Tests, Surveys, Interviews, or Passive Observations of Public Behavior

Exempt Criteria 45 CFR 46.104(d)(2)

Human Subjects Research that only includes interactions involving educational tests (cognitive, diagnostic, aptitude, achievement), survey procedures, interview procedures, or observation of public behavior (including visual or auditory recording) if at least one of the following criteria are met*:

(i) The information obtained is recorded by the investigator in such a manner that the identity of the human subjects cannot readily be ascertained, directly or through identifiers linked to the subjects;

(ii) Any disclosure of the human subjects’ responses outside the research would not reasonably place the subjects at risk of criminal or civil liability or be damaging to the subjects’ financial standing, employability, educational advancement, or reputation; or

(iii) The information obtained is recorded by the investigator in such a manner that the identity of the human subjects can readily be ascertained, directly or through identifiers linked to the subjects, and an IRB conducts a review to make a determination of exemption **

 

*Clarification:  The University of Pittsburgh IRB requires review for exempt determination of all human subjects research meeting any of the 3 criteria above.

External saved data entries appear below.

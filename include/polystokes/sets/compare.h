// Comparing two coefficient sets made under different conventions, degree by degree, and diagnosing the
// usual exchange mistakes (normalization, phase, J_n sign, radius, GM, longitude, C/S swap, origin).
#pragma once

#include <optional>
#include <string>
#include <utility>
#include <vector>

#include "polystokes/core/coefficient_set.h"
#include "polystokes/sets/covariance.h"

namespace polystokes {

struct CompareOptions {
  /// A degree agrees when its RMS difference is at most tolerance * (RMS of A at that degree, see below).
  double tolerance = 1e-6;
  /// RMS differences up to this (fully normalized, dimensionless) always agree: rounding of zero terms.
  double absolute_floor = 1e-15;
  /// A degree's difference is taken relative to max(RMS A_n, relative_floor * E_n), E_n the largest RMS of A
  /// over degrees k >= max(n, 1) (|C00| if there is none): terms that should vanish (degree 1 about the
  /// centre of mass, odd degrees of a symmetric body) are judged against the body's following terms, not
  /// against their own rounding.
  double relative_floor = 1e-3;
  /// Also bring B to A's origin and axes, using both sets' origin_in_mesh and axes_in_mesh (which assumes the
  /// two sets refer to the same mesh frame). What a set does not know is not aligned (see compare_sets).
  bool align_frame = false;
  /// Highest degree compared; -1 = the smaller of the two degrees.
  int max_degree = -1;
  /// Number of largest single differences listed.
  int largest_count = 10;
  /// Test the usual mismatches when the sets disagree.
  bool diagnose = true;
};

/// Statistics of one degree n, in fully normalized terms after B is brought to A's conventions.
/// RMS values are per coefficient: sqrt(sum_m (C^2 + S^2) / (2n+1)) (degree variance / (2n+1), square root).
struct DegreeComparison {
  int degree = 0;
  double rms_a = 0, rms_b = 0;  ///< spectra of A and B
  double rms_difference = 0;    ///< of A - B
  double scale = 0;             ///< what the difference is measured against: max(rms_a, floor)
  double relative = 0;          ///< rms_difference / scale; 0 within the absolute floor
  double correlation = 0;       ///< sum(Ca Cb + Sa Sb) / sqrt(sum(Ca^2+Sa^2) sum(Cb^2+Sb^2)); NaN if one is 0
  bool agrees = false;
};

/// One coefficient of A and of B (in A's convention, after B is brought to it).
struct CoefficientDifference {
  int n = 0, m = 0;
  bool sine = false;  ///< S (true) or C (false)
  double a = 0, b = 0;
};

/// A usual exchange mistake that a hypothesis names.
enum class MistakeKind {
  normalization,   ///< another normalization than declared
  phase,           ///< the Condon-Shortley phase the other way
  j_sign,          ///< J_n where C_n0 is declared, or the reverse
  radius,          ///< a reference radius off by a fitted factor
  gm,              ///< a GM off by a fitted factor
  longitude_sign,  ///< longitudes reversed (S -> -S)
  z_rotation,      ///< axes turned about z by a fitted angle
  swapped_cs,      ///< C and S exchanged
  origin           ///< expanded about another point
};

/// The name table of MistakeKind: enumerator and its word in reports, in declaration order.
const std::vector<std::pair<MistakeKind, const char*>>& mistake_kind_names();
/// Word of a mistake, e.g. "j_sign".
std::string to_string(MistakeKind kind);
/// The mistake a word names; throws ConventionError for any other word.
MistakeKind parse_mistake_kind(const std::string& word);

/// One tested explanation of a disagreement: B corrected as the hypothesis says, then compared again.
struct Hypothesis {
  /// The mistake, or a pair of them: a label mistake (normalization, phase, j_sign, longitude_sign,
  /// swapped_cs) with a fitted radius or gm factor, or radius with gm.
  std::vector<MistakeKind> mistakes;
  /// The words of `mistakes` joined by '+', e.g. "radius" or "normalization+radius".
  std::string kind() const;
  std::string description;      ///< what the hypothesis says, with the fitted parameter if any
  double parameter = 0;         ///< radius or GM factor, angle (degrees), shift length (m); 0 if none
  double second_parameter = 0;  ///< the GM factor of radius+gm (parameter is its radius factor); else 0
  double misfit = 0;        ///< misfit after the correction
  int agree_degree = -1;    ///< degree up to which the corrected B agrees with A
  bool explains = false;    ///< the corrected B agrees with A at every degree
};

/// How B's origin or axes stand to A's: the same, different (not aligned), aligned (B brought to A's), or
/// unknown (a set does not know its origin or axes in the mesh frame: not aligned, B taken as if in A's).
enum class FrameAgreement { same, different, aligned, unknown };

/// Word of a FrameAgreement in reports: "same", "different", "aligned", "unknown".
std::string to_string(FrameAgreement agreement);

/// One degree of A - B in units of the combined uncertainty of A and B (fully normalized numbers).
struct DegreeUncertainty {
  int degree = 0;
  /// Degrees of freedom of the test: the rank of the combined covariance block (parameters without any
  /// uncertainty, like C00 of mass-normalized sets, and directions a rank-deficient covariance does not span
  /// are left out). 0: nothing to test at this degree.
  int parameters = 0;
  /// sqrt(mean of (a - b)^2 / (sigma_a^2 + sigma_b^2)) over the parameters with a non-zero combined sigma.
  double rms_sigmas = 0;
  /// d^T M^+ d with d = A - B and M the sum of both sets' covariance blocks of the degree (a set without a
  /// covariance there adds its sigmas squared on the diagonal); M^+ the pseudo-inverse (eigenvalues below
  /// 1e-12 of the largest are dropped).
  double chi_square = 0;
  double quantile = 0;           ///< 99% quantile of chi-square with `parameters` degrees of freedom
  bool consistent = true;        ///< chi_square <= quantile
  bool from_covariance = false;  ///< at least one set's covariance block entered M
};

/// The comparison in units of the sets' uncertainty, when either set has sigmas or a covariance.
struct UncertaintyComparison {
  std::vector<DegreeUncertainty> degrees;                  ///< 0..Comparison::degree
  bool consistent = true;                                  ///< at every degree with parameters > 0
  int covariance_degree_a = -1, covariance_degree_b = -1;  ///< degrees covered by a covariance (-1: none)
};

/// Approximate 99% quantile of the chi-square distribution with k >= 1 degrees of freedom by the
/// Wilson-Hilferty cube-root normal approximation (Wilson & Hilferty 1931, Proc. Natl. Acad. Sci. 17, 684):
/// k (1 - 2/(9k) + z sqrt(2/(9k)))^3 with z = 2.3263478740408408 the 99% normal quantile. Relative error
/// below 0.75% at k = 1, 0.22% from k = 2 on, 0.07% from k = 20 on (against Boost.Math's exact quantile, in
/// compare_test). Throws ConventionError for k < 1.
double chi_square_quantile_99(int k);

struct Comparison {
  int degree = 0;  ///< highest degree compared
  int degree_a = 0, degree_b = 0;
  std::vector<std::string> alignment;  ///< what was done to B to bring it to A, and what was not
  /// How B's origin and axes stand to A's.
  FrameAgreement origin_relation = FrameAgreement::unknown, axes_relation = FrameAgreement::unknown;
  /// A's and B's frame metadata in words (describe(FrameMetadata)); empty when the set has none.
  std::string frame_a, frame_b;
  std::vector<DegreeComparison> degrees;       ///< 0..degree
  std::vector<CoefficientDifference> largest;  ///< largest |a - b| first
  int agree_degree = -1;                       ///< A and B agree at every degree 0..agree_degree
  bool agree = false;                          ///< at every compared degree
  double misfit = 0;                           ///< sqrt(mean over degrees of relative^2)
  double tolerance = 0;
  std::vector<Hypothesis> hypotheses;  ///< tested explanations, smallest misfit first
  std::string verdict;                 ///< one line
  /// Present when either set has non-zero sigmas or a covariance within the compared degrees.
  std::optional<UncertaintyComparison> uncertainty;
};

/// Brings B to A's normalization, phase, zonal form, reference radius and GM (and, with align_frame, origin
/// and axes), then compares per degree; when they disagree and diagnose is set, tests each usual mismatch
/// on B as read (other normalization or phase or J_n form than declared; reference radius off by a factor
/// 1e-4..1e4 fitted from the degree dependence of the spectra ratio, a factor near 1000 named as a likely
/// m/km mix-up; GM off by a factor; longitudes reversed (S -> -S); rotated about z by a fitted angle; C and S
/// swapped; expansion origin off by the vector implied by the degree-1 terms) and ranks them by the misfit
/// left. When none explains every degree, pairs are tried too (a label mistake with a fitted radius or GM
/// factor, radius and GM together) and the best three kept; the verdict says when the best explanation is
/// only partial. Radius and GM factors are applied in logarithms, so no degree overflows.
/// Origins: two sets about the centre of mass share their origin; a set whose origin or axes are unknown
/// (origin_known, axes_known) is neither aligned nor reported as differing, and `alignment` says so.
/// Uncertainty: when either set has sigmas or a covariance (covariance_a, covariance_b: the sets' own, in
/// their conventions, or null), A - B is also measured in units of the combined uncertainty per degree and
/// tested with chi-square (see DegreeUncertainty); B's covariance is brought to A as B is
/// (transform_covariance) and the verdict says whether the sets agree within their uncertainty at the 99%
/// level at every degree. Throws ConventionError if a set lacks GM or radius. O(degree^2) per tested
/// hypothesis (O(degree^3) with align_frame); a covariance of P parameters adds the cost of
/// transform_covariance.
Comparison compare_sets(const CoefficientSet& a, const CoefficientSet& b, const CompareOptions& options = {},
                        const CoefficientCovariance* covariance_a = nullptr,
                        const CoefficientCovariance* covariance_b = nullptr);

}  // namespace polystokes
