// The full covariance of a coefficient set's parameters: its parameter order, its linear propagation through
// the set's transforms (C' = T C T^T) and the sigmas taken from its diagonal. See docs/uncertainty.md.
#pragma once

#include <Eigen/Core>
#include <cstddef>
#include <functional>
#include <string>
#include <vector>

#include "polystokes/core/coefficient_set.h"
#include "polystokes/sets/conventions.h"

namespace polystokes {

/// One parameter of a covariance: C(n, m) or, for m > 0, S(n, m).
struct CoefficientParameter {
  int n = 0, m = 0;
  bool sine = false;  ///< S (true) or C (false)
};

/// The parameter order of every covariance: degree n = 0, 1, ...; within a degree m = 0..n, C(n, m) then
/// S(n, m), with S(n, 0) omitted (it vanishes). Degree n occupies the indices n^2 .. (n+1)^2 - 1, so the
/// covariance of degrees 0..N has (N+1)^2 parameters and each degree is one diagonal block.
std::vector<CoefficientParameter> covariance_parameters(int degree);

/// Index of C(n, m) (sine false) or S(n, m) (sine true, m > 0) in that order: n^2 for C(n, 0), else
/// n^2 + 2m - 1 for C and n^2 + 2m for S. Requires 0 <= m <= n.
inline Eigen::Index covariance_index(int n, int m, bool sine) {
  return Eigen::Index(n) * n + (m == 0 ? 0 : 2 * m - 1) + (sine ? 1 : 0);
}

/// (degree + 1)^2.
inline Eigen::Index covariance_parameter_count(int degree) {
  return Eigen::Index(degree + 1) * Eigen::Index(degree + 1);
}

/// Bytes of the values of a covariance of degrees 0..degree: (degree + 1)^4 doubles
/// (degree 30: 961 parameters, 7.4 MB).
double covariance_bytes(int degree);

/// Largest covariance held in memory: 1 GiB of values (degree 106 has 11449 parameters, 1.05e9 bytes, and is
/// the last degree below it). Larger requests are refused before any work (ResourceError).
inline constexpr double kCovarianceByteLimit = 1024.0 * 1024.0 * 1024.0;

/// Throws ResourceError naming the degree, the parameter count, the memory and the limit when a covariance of
/// degrees 0..degree would exceed kCovarianceByteLimit, or ConventionError for a negative degree.
void check_covariance_degree(int degree);

/// The covariance of the parameters of degrees 0..degree of a coefficient set, in the set's convention,
/// reference radius and GM (a covariance refers to the numbers of one set; a transform of the set transforms
/// it, see transform_covariance). Units: those of the coefficients, squared (dimensionless).
struct CoefficientCovariance {
  int degree = 0;               ///< parameters of degrees 0..degree, in the covariance_parameters order
  std::string body;             ///< body label of the set
  Convention convention;        ///< of the set's numbers
  double reference_radius = 0;  ///< m, of the set
  double gm = 0;                ///< m^3 s^-2, of the set
  /// Monte Carlo samples it was estimated from (0: not from samples). With K samples the matrix is a sum of K
  /// outer products, so its rank is at most K.
  long samples = 0;
  /// (degree + 1)^2 square, symmetric (the writers write the lower triangle and the readers mirror it).
  Eigen::MatrixXd values;
};

/// Throws ConventionError (naming `what`, e.g. the companion file) unless the covariance belongs with the
/// set: same convention, reference radius and GM, a degree no higher than the set's, and values of the stated
/// size.
void check_covariance_matches(const CoefficientSet& set, const CoefficientCovariance& covariance,
                              const std::string& what);

/// The set's sigma_C and sigma_S of degrees 0..covariance.degree set to the square roots of the diagonal, so
/// sigma^2 equals the variance bit for bit (sigma_S(n, 0) stays 0). Degrees above keep their sigmas.
/// Throws as check_covariance_matches.
void apply_covariance_sigmas(CoefficientSet& set, const CoefficientCovariance& covariance);

/// A linear map of a set's coefficients, as the transforms apply it (a function from set to set whose C and S
/// depend linearly on the input's C and S; the other fields follow the input's metadata).
using CoefficientMap = std::function<CoefficientSet(const CoefficientSet&)>;

/// The covariance after `map`: C' = T C T^T, where column j of T is the map applied to the unit set e_j (a
/// copy of `set`'s metadata cut at covariance.degree, C and S zero but for parameter j). The map must be
/// linear and must not derive its parameters from the coefficients it is given (a rotation to the principal
/// axes passes the fixed rotation of the nominal set, for example): the uncertainty of such parameters is not
/// propagated. Degrees the map cuts are dropped. The result's convention, radius and GM are those of the
/// mapped unit sets. Cost: P applications of the map (P = (degree + 1)^2; O(degree^6) for an origin shift,
/// whose single application is O(degree^4)) and two P x P products, O(P^3).
/// Throws ConventionError if the map changes the degree above the covariance's or is not linear (a non-zero
/// image of the zero set), and what the map throws.
CoefficientCovariance transform_covariance(const CoefficientCovariance& covariance, const CoefficientSet& set,
                                           const CoefficientMap& map);

}  // namespace polystokes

**This determination is based on adequate provisions to protect privacy of subjects and to maintain the confidentiality of the data, based on the latest DHHS (Department of Health and Human Services) and local policies.  Data Security Review will likely be required.

 

 

Additional Requirements & Considerations

Subject population:

  • If any subjects are children:
    • Only educational tests or passive observation of behavior with no interaction is permitted
    • Investigators must provide a rationale for why a particular age range was selected, indicate their expertise in working with children, describe the adequacy of their facilities for pediatric research, and indicate whether they will have sufficient numbers of children to adequately address the research question. 
    • All study team members must obtain the required clearances before any interaction with children
  • Prisoners may be included only if the research involves a broader subject population that only incidentally involves prisoners.

Procedures:

  • Interventions cannot be included.    
  • Intervention includes both physical procedures by which data are gathered and manipulations of the subject or the subject’s environment that are performed for research purposes.
  • Focus groups can be considered to be open-ended interviews, and may be approved for adults, provided the basic exempt criteria are met.
  • Passive observation means that there is no interaction or intervention between the subjects and the study team.
  • Public means that the setting or location is accessible to anyone in the general public without the need for any special permissions or privileges.  Individuals being observed have no reasonable expectation of privacy.

Privacy & Confidentiality:

  • “Anonymous” means that no one can identify the subject at any time.
  • “Recorded Anonymously” means that recorded data are not linked to the identity of the individual subjects in any way.  If there are linkage codes, data is not anonymous.
  • “Coded” means that identifiers are recorded, but data are labeled with a code without identifiers.  Linkage information is kept in a separate, secure location.
  • Data should typically be recorded anonymously or at least coded.
  • When identifiers are recorded, and information is of a sensitive nature, exempt review may not be appropriate.
    • “Sensitive” information is information that has the potential to damage participants’ reputation, employability, financial standing, educational advancement, place them at risk for criminal or civil liability, etc.

Other:

  • When data collection is not limited to passive observation of public behavior, subjects (and/or their parents, if subjects are minors) should be provided with an introductory script that contains basic elements of informed consent, but no formal written consent is required.  See Introductory Script Sample.
  • If subjects are followed over time and assessed repeatedly, exempt review may not be appropriate.
  • Copies of all measures must be attached for IRB review.
  • When studies are conducted in foreign countries, refer to guidance on International Research.